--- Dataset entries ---
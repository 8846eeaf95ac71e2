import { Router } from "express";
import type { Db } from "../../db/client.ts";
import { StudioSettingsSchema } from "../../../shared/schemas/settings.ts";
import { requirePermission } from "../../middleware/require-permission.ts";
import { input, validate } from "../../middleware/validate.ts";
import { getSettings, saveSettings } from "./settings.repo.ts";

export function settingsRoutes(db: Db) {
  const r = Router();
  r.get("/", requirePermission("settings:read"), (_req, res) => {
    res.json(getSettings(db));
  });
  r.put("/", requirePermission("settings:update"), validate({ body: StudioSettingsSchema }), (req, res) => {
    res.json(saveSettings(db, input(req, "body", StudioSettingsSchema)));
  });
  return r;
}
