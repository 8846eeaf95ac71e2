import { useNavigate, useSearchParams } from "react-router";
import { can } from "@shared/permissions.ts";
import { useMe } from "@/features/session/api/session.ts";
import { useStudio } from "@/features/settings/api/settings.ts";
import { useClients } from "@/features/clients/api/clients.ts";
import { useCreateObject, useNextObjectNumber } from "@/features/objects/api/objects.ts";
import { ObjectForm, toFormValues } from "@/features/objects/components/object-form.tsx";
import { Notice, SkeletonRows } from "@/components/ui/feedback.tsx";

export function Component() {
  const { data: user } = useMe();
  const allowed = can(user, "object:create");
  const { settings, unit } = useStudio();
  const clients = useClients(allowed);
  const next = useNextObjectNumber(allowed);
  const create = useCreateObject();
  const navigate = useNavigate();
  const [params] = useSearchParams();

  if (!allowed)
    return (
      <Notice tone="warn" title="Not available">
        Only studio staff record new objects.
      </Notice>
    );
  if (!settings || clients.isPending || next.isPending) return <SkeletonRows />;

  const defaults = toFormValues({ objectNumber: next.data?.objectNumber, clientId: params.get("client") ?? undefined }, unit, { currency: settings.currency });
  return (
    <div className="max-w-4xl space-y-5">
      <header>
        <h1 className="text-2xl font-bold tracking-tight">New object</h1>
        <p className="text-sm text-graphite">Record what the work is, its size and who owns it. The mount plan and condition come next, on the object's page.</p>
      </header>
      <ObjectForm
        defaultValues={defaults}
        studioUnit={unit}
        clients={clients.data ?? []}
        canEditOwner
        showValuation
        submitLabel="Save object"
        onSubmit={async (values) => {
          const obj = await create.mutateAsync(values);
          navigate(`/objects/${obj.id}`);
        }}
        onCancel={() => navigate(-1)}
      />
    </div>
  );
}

--- Work order ---
Using the records above, determine how many lines hold the word "useSearchParams", and answer with that figure only.

--- Expected answer ---
2